— И ты убил?
— Нет, — ответил он. — Когда я повёл впереди себя немца, доставшегося мне на заклание, он страшно волновался и, пошатываясь, шёл вперёд, а когда услыхал стоны и крики товарищей, он упал на колени, стиснул руками живот и, глядя на меня безумным, передёрнутым от ужаса лицом, шевелил посиневшими губами.
Тут Белоусов остановился и посмотрел по сторонам.
— Я ничего не понял, что он мне говорил, да и не мог понять: я тоже, как и он, что-то шептал губами… Я сильно ударил штыком в землю, так что он ушёл в неё по самое дуло винтовки, и дико, с ознобом в теле, бросился в сторону, в ночь, и всё время до самого утра я слушал за собой стоны, видел глаза стоявшего на коленях немца…
— Да-да, — протянул я. — Это, пожалуй, хуже войны.
Он молчал и только через несколько минут вздохнул.
— А теперь вот, после этого случая, я не могу так спокойно смотреть в тёмное звёздное небо: мне кажется, что не звёзды на меня смотрят, а глаза из чёрного Августовского леса… Да-а… — протянул он. — Так вот, пока они ужинали, я лежал на спине и смотрел в чёрное небо. Сколько я так пролежал, не помню, но почувствовал — от ног по моему телу бежали мурашки, и я вздрогнул, а когда поднял голову, то работник, что был постарше, облокотившись левой рукой на левое колено, сидел недалеко от меня и смотрел в просвет леса на озеро… Второй лежал животом у костра и, положив голову на руку, тоже смотрел на озеро, так почти каждый вечер: я ни разу не видал, чтоб они смотрели на небо, и решил, что они не любили небо и звёзды.
— Вы что так вздрогнули? — спросил работник, сидевший недалеко от меня, и посмотрел.
— Жутко как-то, — ответил я. — Мне кажется, что мы лежим не на поляне, а в глубоком чёрном колодце.
— Это, пожалуй, верно, — согласился он и снова посмотрел на меня. И я видел, как в его маленьких глазах от волнения раздувались костры, и искры огня летели в ночь…
— Мне кажется, что из этого колодца нам не выбраться, — сказал я и тоже стал смотреть в просвет леса, на озеро…
— Типун тебе на язык, — бросил он и громко засмеялся.
На это я ничего не ответил, и он больше ничего не сказал. Мы все трое молчали и смотрели в просвет леса на озеро.
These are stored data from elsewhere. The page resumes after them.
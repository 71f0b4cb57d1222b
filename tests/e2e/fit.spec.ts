import { askForReview } from '@/lib/contracts/reviews';
import { createWaveform, showWaveform } from '@/lib/contracts/waveforms';
import { pilotComb } from '@/lib/document/examples/frames';
import { ask } from './support/api.ts';
import { expect, test } from './support/test.ts';

test('a remedy is one press, Ctrl+Z takes it back, and in review it makes a new draft', async ({ as, baseURL }) => {
  const page = await as('Ines Okoro');
  const request = page.context().request;
  // 15 363 samples on a granularity of 16
  const body = pilotComb();
  body.content.timing = { ...body.content.timing, padSamples: 3 };
  const { waveformId } = await ask(request, baseURL!, createWaveform, { query: {}, body });
  await page.goto(`/waveforms/${waveformId}/fit`);
  await page.getByLabel('Bench profile').selectOption({ label: 'Bench A, 12 bit, left-aligned, version 1' });
  const length = page.getByText('13 samples short');
  await expect(length).toBeVisible();
  await expect(page.getByRole('img', { name: /^Seam: the step at the wrap is/ })).toBeVisible({ timeout: 20_000 });
  const pad = page.getByRole('button', { name: /^Pad with 13 silent samples/ });
  await pad.focus();
  await page.keyboard.press('Enter');
  await expect(length).toBeHidden();
  await page.keyboard.press('Control+z');
  await expect(length).toBeVisible();

  const { head } = await ask(request, baseURL!, showWaveform, { params: { waveformId } });
  await ask(request, baseURL!, askForReview, {
    params: { waveformId },
    body: { revisionId: head!.revisionId, note: 'The pad is three samples.' },
  });
  await page.reload();
  await page.getByLabel('Bench profile').selectOption({ label: 'Bench A, 12 bit, left-aligned, version 1' });
  await expect(page.getByText('This revision is in review and cannot change.')).toBeVisible();
  await page.getByRole('button', { name: /^Pad with 13 silent .*Make a new draft with this remedy$/ }).click();
  await expect(length).toBeHidden();
  await expect(page.getByText('New draft made')).toBeVisible();
});
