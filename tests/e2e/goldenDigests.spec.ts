import { readFileSync } from 'node:fs';
import path from 'node:path';
import { build } from 'esbuild';
import type { BenchProfile, WaveformDocument } from '@/lib/synth';
import type { GoldenKind } from '../helpers/goldenOutputs.ts';
import { expect, test } from './support/test.ts';

// The same fixtures as tests/golden/lib/synth/digests.test.ts, there in Node, here in a worker of Chromium: the same bits in both.
const FIXTURES = path.resolve(import.meta.dirname, '../golden/fixtures');
const read = (name: string): unknown => JSON.parse(readFileSync(path.join(FIXTURES, name), 'utf8'));
const golden = read('digests.json') as { synthVersion: number; digests: Record<string, Record<GoldenKind, string>> };
const bench = (read('examples/int16.bench.json') as BenchProfile).content;
const WORKER = '/golden.worker.js';

test('golden digests are the same bits in a worker of the page', async ({ page }) => {
  const bundle = await build({
    entryPoints: [path.join(import.meta.dirname, 'support/goldenWorker.ts')],
    bundle: true,
    write: false,
    platform: 'browser',
    format: 'iife',
    alias: { '@': path.resolve(import.meta.dirname, '../..') },
  });
  const body = bundle.outputFiles[0]!.text;
  // Served from our own origin: the content security policy allows no other worker.
  await page.route(`**${WORKER}`, (route) => route.fulfill({ contentType: 'text/javascript', body }));
  await page.goto('/sign-in');
  for (const [name, digests] of Object.entries(golden.digests)) {
    const { content } = read(`examples/${name}.combwright.json`) as WaveformDocument;
    const answer = await page.evaluate(
      ({ address, ...data }) =>
        new Promise((resolve, reject) => {
          const worker = new Worker(address);
          worker.onmessage = (event) => resolve(event.data);
          worker.onerror = (event) => reject(new Error(event.message || 'the worker did not start'));
          worker.postMessage(data);
        }),
      { address: WORKER, content, bench, kinds: Object.keys(digests) },
    );
    expect.soft(answer, name).toEqual({ synthVersion: golden.synthVersion, digests });
  }
});
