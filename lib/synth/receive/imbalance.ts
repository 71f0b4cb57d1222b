import { turnsOf } from '../math/angle';
import { log10 } from '../math/exponential';
import { sineCosine } from '../math/turns';
import type { BoundedDb, ImbalanceReport } from './types';

/** Regresses what the channel does not explain on three things that a receiver or a generator may add. */
export interface ImbalanceMeter {
  /**
   * One symbol, each 2·N values turned back by the symbol's phase: what is left (found − Ĥ·meant), the cells of the capture's conjugate, of
   * a constant 1, and Ĥ(k)·X*(−k); `counts`: 1 for each position that takes part.
   */
  add(
    left: Float64Array,
    mirrored: Float64Array,
    constant: Float64Array,
    generator: Float64Array,
    counts: Uint8Array,
  ): void;
  /** `signalPower`: mean |x|² of the capture in which full scale is 1. */
  result(signalPower: number): ImbalanceReport;
}

/** Least squares in three unknowns over all cells added. Source: normal equations; the error of each is the residual's over its own regressor. */
export function createImbalanceMeter(): ImbalanceMeter {
  const normal = new Float64Array(18); // 3 × 3 complex, row by row: Σ r_i* r_j
  const right = new Float64Array(6); // Σ r_i* left
  let leftPower = 0;
  let cells = 0;
  return {
    add(left, mirrored, constant, generator, counts) {
      const parts = [mirrored, constant, generator];
      for (let p = 0; p < counts.length; p++) {
        if (counts[p] === 0) continue;
        cells++;
        const yRe = left[2 * p]!;
        const yIm = left[2 * p + 1]!;
        leftPower += yRe * yRe + yIm * yIm;
        for (let i = 0; i < 3; i++) {
          const aRe = parts[i]![2 * p]!;
          const aIm = parts[i]![2 * p + 1]!;
          right[2 * i] = right[2 * i]! + aRe * yRe + aIm * yIm;
          right[2 * i + 1] = right[2 * i + 1]! + aRe * yIm - aIm * yRe;
          for (let j = 0; j < 3; j++) {
            const bRe = parts[j]![2 * p]!;
            const bIm = parts[j]![2 * p + 1]!;
            const at = 2 * (3 * i + j);
            normal[at] = normal[at]! + aRe * bRe + aIm * bIm;
            normal[at + 1] = normal[at + 1]! + aRe * bIm - aIm * bRe;
          }
        }
      }
    },
    result(signalPower) {
      const nothing = { image: null, generatorImage: null, gainDb: null, angleDeg: null, dc: null, dcDbfs: null };
      if (cells < 8 || signalPower <= 0) return nothing;
      const size = (i: number): number => normal[8 * i]!;
      const cross = Math.sqrt(normal[4]! * normal[4]! + normal[5]! * normal[5]!);
      // mirrors that fall together: the generator's is left out, the capture's holds both
      const isApart = size(2) > 0 && cross < 0.9 * Math.sqrt(size(0) * size(2));
      const used = [0, 1, 2].filter((i) => size(i) > 1e-12 * size(0) && (i !== 2 || isApart));
      const found = solve(normal, right, used);
      if (found === null) return nothing;
      let explained = 0;
      used.forEach((i, n) => {
        explained += found[2 * n]! * right[2 * i]! + found[2 * n + 1]! * right[2 * i + 1]!;
      });
      const noise = Math.max(0, leftPower - explained) / Math.max(1, cells - used.length);
      const at = (i: number): Part | null => {
        const n = used.indexOf(i);
        if (n < 0) return null;
        const re = found[2 * n]!;
        const im = found[2 * n + 1]!;
        return { re, im, power: re * re + im * im, sigma: noise / size(i) };
      };
      const bounded = (part: { power: number; sigma: number } | null, against: number): BoundedDb | null => {
        if (part === null) return null;
        const isBound = part.power < 9 * part.sigma;
        return { db: 10 * log10(Math.max(part.power, 9 * part.sigma, 1e-30) / against), isBound };
      };
      const image = at(0);
      const dc = withoutMirror(at(1), image);
      const imageDb = bounded(image, 1);
      const dcDb = bounded(dc, signalPower);
      let gainDb: number | null = null;
      let angleDeg: number | null = null;
      if (image !== null && imageDb !== null && !imageDb.isBound) {
        // (1 + κ)/(1 − κ) = (g + j sin φ)/cos φ with I·√g, (Q cos φ + I sin φ)/√g
        const below = (1 - image.re) * (1 - image.re) + image.im * image.im;
        const re = (1 - image.power) / below;
        const im = (2 * image.im) / below;
        const angle = turnsOf(1, im);
        angleDeg = 360 * angle;
        gainDb = 20 * log10(Math.max(1e-9, re * sineCosine(angle).cosine));
      }
      return {
        image: imageDb,
        generatorImage: isApart ? bounded(at(2), 1) : null,
        gainDb,
        angleDeg,
        dc: dcDb,
        dcDbfs: dc === null || dcDb === null || dcDb.isBound ? null : 10 * log10(dc.power),
      };
    },
  };
}

interface Part {
  re: number;
  im: number;
  power: number;
  sigma: number;
}

/** The capture's conjugate holds the DC's as well: c = dc − κ·dc*. */
function withoutMirror(constant: Part | null, image: Part | null): Part | null {
  if (constant === null || image === null) return constant;
  const re = constant.re + image.re * constant.re + image.im * constant.im;
  const im = constant.im + image.im * constant.re - image.re * constant.im;
  return { re, im, power: re * re + im * im, sigma: constant.sigma };
}

/** Solves the chosen unknowns' complex normal equations by elimination with pivots; null where they are singular. */
function solve(normal: Float64Array, right: Float64Array, used: number[]): Float64Array | null {
  const n = used.length;
  const rows = used.map((i) => {
    const row = new Float64Array(2 * (n + 1));
    used.forEach((j, column) => {
      row[2 * column] = normal[2 * (3 * i + j)]!;
      row[2 * column + 1] = normal[2 * (3 * i + j) + 1]!;
    });
    row[2 * n] = right[2 * i]!;
    row[2 * n + 1] = right[2 * i + 1]!;
    return row;
  });
  for (let c = 0; c < n; c++) {
    let pivot = c;
    const sizeAt = (r: number): number =>
      rows[r]![2 * c]! * rows[r]![2 * c]! + rows[r]![2 * c + 1]! * rows[r]![2 * c + 1]!;
    for (let r = c + 1; r < n; r++) if (sizeAt(r) > sizeAt(pivot)) pivot = r;
    const power = sizeAt(pivot);
    if (power === 0) return null;
    [rows[c], rows[pivot]] = [rows[pivot]!, rows[c]!];
    const top = rows[c]!;
    const pRe = top[2 * c]!;
    const pIm = top[2 * c + 1]!;
    for (let r = 0; r < n; r++) {
      if (r === c) continue;
      const row = rows[r]!;
      const fRe = (row[2 * c]! * pRe + row[2 * c + 1]! * pIm) / power;
      const fIm = (row[2 * c + 1]! * pRe - row[2 * c]! * pIm) / power;
      for (let j = c; j <= n; j++) {
        const tRe = top[2 * j]!;
        const tIm = top[2 * j + 1]!;
        row[2 * j] = row[2 * j]! - fRe * tRe + fIm * tIm;
        row[2 * j + 1] = row[2 * j + 1]! - fRe * tIm - fIm * tRe;
      }
    }
  }
  const found = new Float64Array(2 * n);
  rows.forEach((row, i) => {
    const pRe = row[2 * i]!;
    const pIm = row[2 * i + 1]!;
    const power = pRe * pRe + pIm * pIm;
    found[2 * i] = (row[2 * n]! * pRe + row[2 * n + 1]! * pIm) / power;
    found[2 * i + 1] = (row[2 * n + 1]! * pRe - row[2 * n]! * pIm) / power;
  });
  return found;
}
Вокруг нас была тишина, и эта же тишина была и над нами. А в тишине слышался ропот воды, тоскливый шёпот берёз, треск кузнечиков и нудное жужжание комаров. Изредка только, нарушая тишину и музыку насекомых, дыхание леса и озера, доносился свисток паровоза, ржание лошадей.
— Вы были на войне? — нарушая молчание, спросил он и замахал кепкой над головой.
Я вздрогнул от неожиданности и взглянул на него: он, размахивая кепкой, всё так же смотрел в просвет леса на озеро, и я видел его большую лысину, а на ней стройную тень неба и трепетание звёзд… Второй работник, что не умел говорить по-русски, спокойно лежал у костра и похрапывал.